ML//Alignment//mechanistic interpretability//circuit

A minimal subgraph of a neural network that implements a specific behavior: the exact set of neurons, attention heads, and MLP layers that collaborate to produce a particular computation.


A minimal subgraph of a neural network that implements a specific behavior: the exact set of neurons, attention heads, and MLP layers that collaborate to produce a particular computation.

The core unit of mechanistic interpretability. Instead of asking "what does this model do?", circuits ask "which exact components do this specific thing, and how do they connect?"

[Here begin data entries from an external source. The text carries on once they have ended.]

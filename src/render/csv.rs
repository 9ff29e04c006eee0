//! `findings.csv`: RFC 4180, UTF-8, one row per finding.

use crate::report::document::{FindingRow, ScreenReport};
use std::io::{self, Write};

/// Columns of the file.
pub const COLUMNS: [&str; 18] = [
    "code",
    "attention",
    "kind",
    "worker",
    "line",
    "start",
    "end",
    "measured",
    "limit",
    "unit",
    "members_hold",
    "members_of",
    "rules",
    "source",
    "rows",
    "occurrences",
    "message",
    "audience",
];

/// Writes the findings.
///
/// # Errors
///
/// Whatever the writer refuses.
pub fn write(report: &ScreenReport, out: impl Write) -> io::Result<()> {
    let mut writer = ::csv::WriterBuilder::new()
        .terminator(::csv::Terminator::CRLF)
        .from_writer(out);
    writer.write_record(COLUMNS)?;
    for finding in &report.findings {
        writer.write_record(cells(finding, report.audience.word()))?;
    }
    writer.flush()
}

fn cells(finding: &FindingRow, audience: &str) -> [String; 18] {
    let number = |value: Option<f64>| value.map(|v| v.to_string()).unwrap_or_default();
    let count = |value: Option<usize>| value.map(|v| v.to_string()).unwrap_or_default();
    let (hold, of) = finding.members.unzip();
    [
        finding.code.to_owned(),
        finding.attention.word().to_owned(),
        finding.kind.to_owned(),
        guarded(finding.worker.as_deref().unwrap_or_default()),
        finding.line.map(|l| l.to_string()).unwrap_or_default(),
        finding.start.clone(),
        finding.end.clone(),
        number(finding.measured),
        number(finding.limit),
        finding.unit.clone(),
        count(hold),
        count(of),
        finding.rules.join(" "),
        guarded(&finding.source),
        guarded(&finding.rows.join(" ")),
        finding.occurrences.to_string(),
        guarded(&finding.message),
        audience.to_owned(),
    ]
}

/// Text that a spreadsheet would take for a formula gets an apostrophe in front (advice of the OWASP community).
///
/// # Example
///
/// ```
/// use acroshift::render::csv::guarded;
/// assert_eq!(guarded("=cmd|' /C calc'!A0"), "'=cmd|' /C calc'!A0");
/// assert_eq!(guarded("A1"), "A1");
/// ```
pub fn guarded(text: &str) -> String {
    if text.starts_with(['=', '+', '-', '@', '\t', '\r']) {
        format!("'{text}")
    } else {
        text.to_owned()
    }
}
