//! Text for a terminal of 80 columns, readable without colour and by a screen reader.

use crate::report::diagnostics::DiagnosticRow;
use crate::report::document::{FindingRow, ScreenReport};
use crate::report::explain::Explanation;
use crate::report::wording::counted;
use std::collections::BTreeMap;
use std::io::{self, Write};

/// Columns of the text.
const WIDTH: usize = 80;
/// Findings shown before they are only counted.
const SHOWN_FINDINGS: usize = 20;

/// Writes the summary of a report.
///
/// # Errors
///
/// Whatever the writer refuses.
pub fn write(report: &ScreenReport, out: &mut dyn Write) -> io::Result<()> {
    let (summary, provenance) = (&report.summary, &report.provenance);
    let files: Vec<&str> = provenance.inputs.iter().map(|i| i.name.as_str()).collect();
    writeln!(
        out,
        "acroshift {} screen: {}",
        provenance.version,
        files.join(", ")
    )?;
    paragraph(
        out,
        &format!(
            "{} on {}, {}, {:.1} h, {} to {}, {}. Rules: {}. Audience: {}.",
            counted(summary.workers, "worker"),
            counted(summary.lines, "duty line"),
            counted(summary.shifts, "shift"),
            summary.duty_h,
            provenance.from,
            provenance.to,
            provenance.zone,
            provenance.rules.join(", "),
            report.audience.word()
        ),
    )?;
    if summary.incomplete_workers > 0 {
        paragraph(
            out,
            &format!(
                "{} workers are incomplete: dates could not be read, and the windows that touch them are not judged. Results are partial.",
                summary.incomplete_workers
            ),
        )?;
    }
    writeln!(out)?;
    writeln!(
        out,
        "Recovery windows {:>5}   compressed {:>4}   narrow {:>4}   unmarked {:>4}",
        summary.windows, summary.compressed, summary.narrow, summary.unmarked
    )?;
    writeln!(
        out,
        "Not counted      {:>5}   not judged {:>4}   over 7 days {:>2}",
        summary.not_judged + summary.listed,
        summary.not_judged,
        summary.listed
    )?;
    writeln!(
        out,
        "Findings         {:>5}   priority {:>6}   review {:>4}   note {:>8}",
        summary.priority + summary.review + summary.note,
        summary.priority,
        summary.review,
        summary.note
    )?;
    writeln!(out)?;
    paragraph(out, &summary.statement)?;
    if summary.assumed > 0 {
        paragraph(
            out,
            &format!(
                "In {} the model was set aside, because it rests on an assumed history.",
                counted(summary.assumed, "window")
            ),
        )?;
    }
    paragraph(out, &format!("Input: {}.", report.diagnostic_counts))?;
    findings(report, out)?;
    writeln!(out)?;
    paragraph(out, &report.cautions.device)?;
    for caution in &report.cautions.list {
        paragraph(out, &caution.short)?;
    }
    Ok(())
}

fn findings(report: &ScreenReport, out: &mut dyn Write) -> io::Result<()> {
    if report.findings.is_empty() {
        return Ok(());
    }
    let (judged, open): (Vec<&FindingRow>, Vec<&FindingRow>) =
        report.findings.iter().partition(|f| f.kind != "not-judged");
    if !judged.is_empty() {
        writeln!(out)?;
        writeln!(out, "Findings, most urgent first")?;
    }
    for finding in judged.iter().take(SHOWN_FINDINGS) {
        let head = format!(
            "{:<8}  {:<6}  {}  {}",
            finding.attention.word(),
            finding.kind,
            finding.start_text,
            whom(finding)
        );
        writeln!(out, "{}", head.trim_end())?;
        indented(out, &finding.message)?;
    }
    let mut counts: BTreeMap<(&str, &str), usize> = BTreeMap::new();
    for finding in judged.iter().skip(SHOWN_FINDINGS) {
        *counts
            .entry((finding.attention.word(), finding.code))
            .or_insert(0) += 1;
    }
    if !counts.is_empty() {
        writeln!(out, "and, not shown here:")?;
        for ((attention, code), count) in counts {
            writeln!(out, "{count:>6}  {attention:<8}  {code}")?;
        }
    }
    not_judged(&open, out)
}

/// Rules that were not judged, together where the reason is the same.
fn not_judged(open: &[&FindingRow], out: &mut dyn Write) -> io::Result<()> {
    if open.is_empty() {
        return Ok(());
    }
    writeln!(out)?;
    writeln!(out, "Rules not judged ({})", open.len())?;
    let mut reasons: BTreeMap<&str, Vec<&str>> = BTreeMap::new();
    for finding in open {
        let rules = finding.rules.iter().map(String::as_str);
        reasons.entry(&finding.message).or_default().extend(rules);
    }
    for (reason, rules) in reasons {
        paragraph(out, &rules.join(", "))?;
        indented(out, reason)?;
    }
    Ok(())
}

/// Whom a finding concerns.
fn whom(finding: &FindingRow) -> String {
    match (&finding.worker, finding.line) {
        (Some(worker), _) => worker.clone(),
        (None, Some(line)) => format!("line {line}"),
        (None, None) => String::new(),
    }
}

/// Writes an explanation.
///
/// # Errors
///
/// Whatever the writer refuses.
pub fn write_explanation(explanation: &Explanation, out: &mut dyn Write) -> io::Result<()> {
    paragraph(out, &explanation.head)?;
    for text in &explanation.paragraphs {
        writeln!(out)?;
        paragraph(out, text)?;
    }
    Ok(())
}

/// Writes diagnostics with the lines they point to.
///
/// # Errors
///
/// Whatever the writer refuses.
pub fn write_diagnostics(rows: &[DiagnosticRow], out: &mut dyn Write) -> io::Result<()> {
    for row in rows {
        writeln!(
            out,
            "{}: {} {} {}",
            row.location,
            row.level,
            row.id,
            printable(&row.message)
        )?;
        if let Some(excerpt) = &row.excerpt {
            let (text, column, width) = shown_part(&excerpt.text, excerpt.column, excerpt.width);
            let number = excerpt.line.to_string();
            writeln!(out, "  {number} | {text}")?;
            writeln!(
                out,
                "  {} | {}{}",
                " ".repeat(number.len()),
                " ".repeat(column - 1),
                "^".repeat(width)
            )?;
        }
    }
    Ok(())
}

/// The part of a line around the place that is meant: at most 100 characters.
fn shown_part(text: &str, column: u32, width: u32) -> (String, usize, usize) {
    const LONGEST: usize = 100;
    let column = usize::try_from(column).unwrap_or(1).max(1);
    let from = if column > LONGEST - 20 {
        column - 20
    } else {
        0
    };
    let part: String = printable(text).chars().skip(from).take(LONGEST).collect();
    let at = column - from;
    let room = part.chars().count().saturating_sub(at - 1).max(1);
    let width = usize::try_from(width).unwrap_or(1).clamp(1, room);
    (part, at, width)
}

/// Control characters are shown as a replacement mark, so that a file cannot steer the terminal.
fn printable(text: &str) -> String {
    text.chars()
        .map(|c| if c.is_control() { '\u{fffd}' } else { c })
        .collect()
}

fn paragraph(out: &mut dyn Write, text: &str) -> io::Result<()> {
    wrapped(out, text, "")
}

fn indented(out: &mut dyn Write, text: &str) -> io::Result<()> {
    wrapped(out, text, "          ")
}

fn wrapped(out: &mut dyn Write, text: &str, indent: &str) -> io::Result<()> {
    let mut line = String::new();
    for word in text.split_whitespace() {
        let length = indent.len() + line.chars().count() + 1 + word.chars().count();
        if !line.is_empty() && length > WIDTH {
            writeln!(out, "{indent}{line}")?;
            line.clear();
        }
        if !line.is_empty() {
            line.push(' ');
        }
        line.push_str(word);
    }
    if line.is_empty() {
        Ok(())
    } else {
        writeln!(out, "{indent}{line}")
    }
}

#[cfg(test)]
mod tests {
    use super::*;
    use crate::report::diagnostics::Excerpt;

    #[test]
    fn carets_stand_under_the_field() {
        let rows = [DiagnosticRow {
            id: "T21",
            code: "end-before-start-dated",
            level: "error".to_owned(),
            location: "w.csv:2:4 (end)".to_owned(),
            message: "end lies before start".to_owned(),
            excerpt: Some(Excerpt {
                line: 2,
                text: "A1,2026-03-09".to_owned(),
                column: 4,
                width: 10,
            }),
        }];
        let mut text = Vec::new();
        write_diagnostics(&rows, &mut text).unwrap();
        let text = String::from_utf8(text).unwrap();
        assert_eq!(
            text,
            "w.csv:2:4 (end): error T21 end lies before start\n  2 | A1,2026-03-09\n    |    ^^^^^^^^^^\n"
        );
    }

    #[test]
    fn control_characters_never_reach_the_terminal() {
        assert_eq!(printable("a\u{1b}[31m"), "a\u{fffd}[31m");
    }
}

Example: the induction head circuit. Two attention heads work together: the first (previous token head) copies position information, the second (induction head) uses it to predict the next token in a repeated sequence. This is a circuit: specific components, specific wiring, specific behavior.

Finding circuits means ablation: remove or corrupt components and measure what breaks. If deactivating three attention heads kills the model's ability to do indirect object identification but nothing else, those heads ARE the circuit for that task.

Circuits can be composed: simple circuits combine into more complex behaviors. The superposition problem is that circuits overlap; the same neurons participate in multiple circuits, making them hard to isolate.

This is why sparse autoencoders matter: they decompose superposition into individual features, making it possible to trace which features activate which circuits. SAEs are the microscope, circuits are what you find under it.

The residual stream is the communication bus: circuits write to it and read from it. Understanding circuits means understanding what information flows through the residual stream at each layer.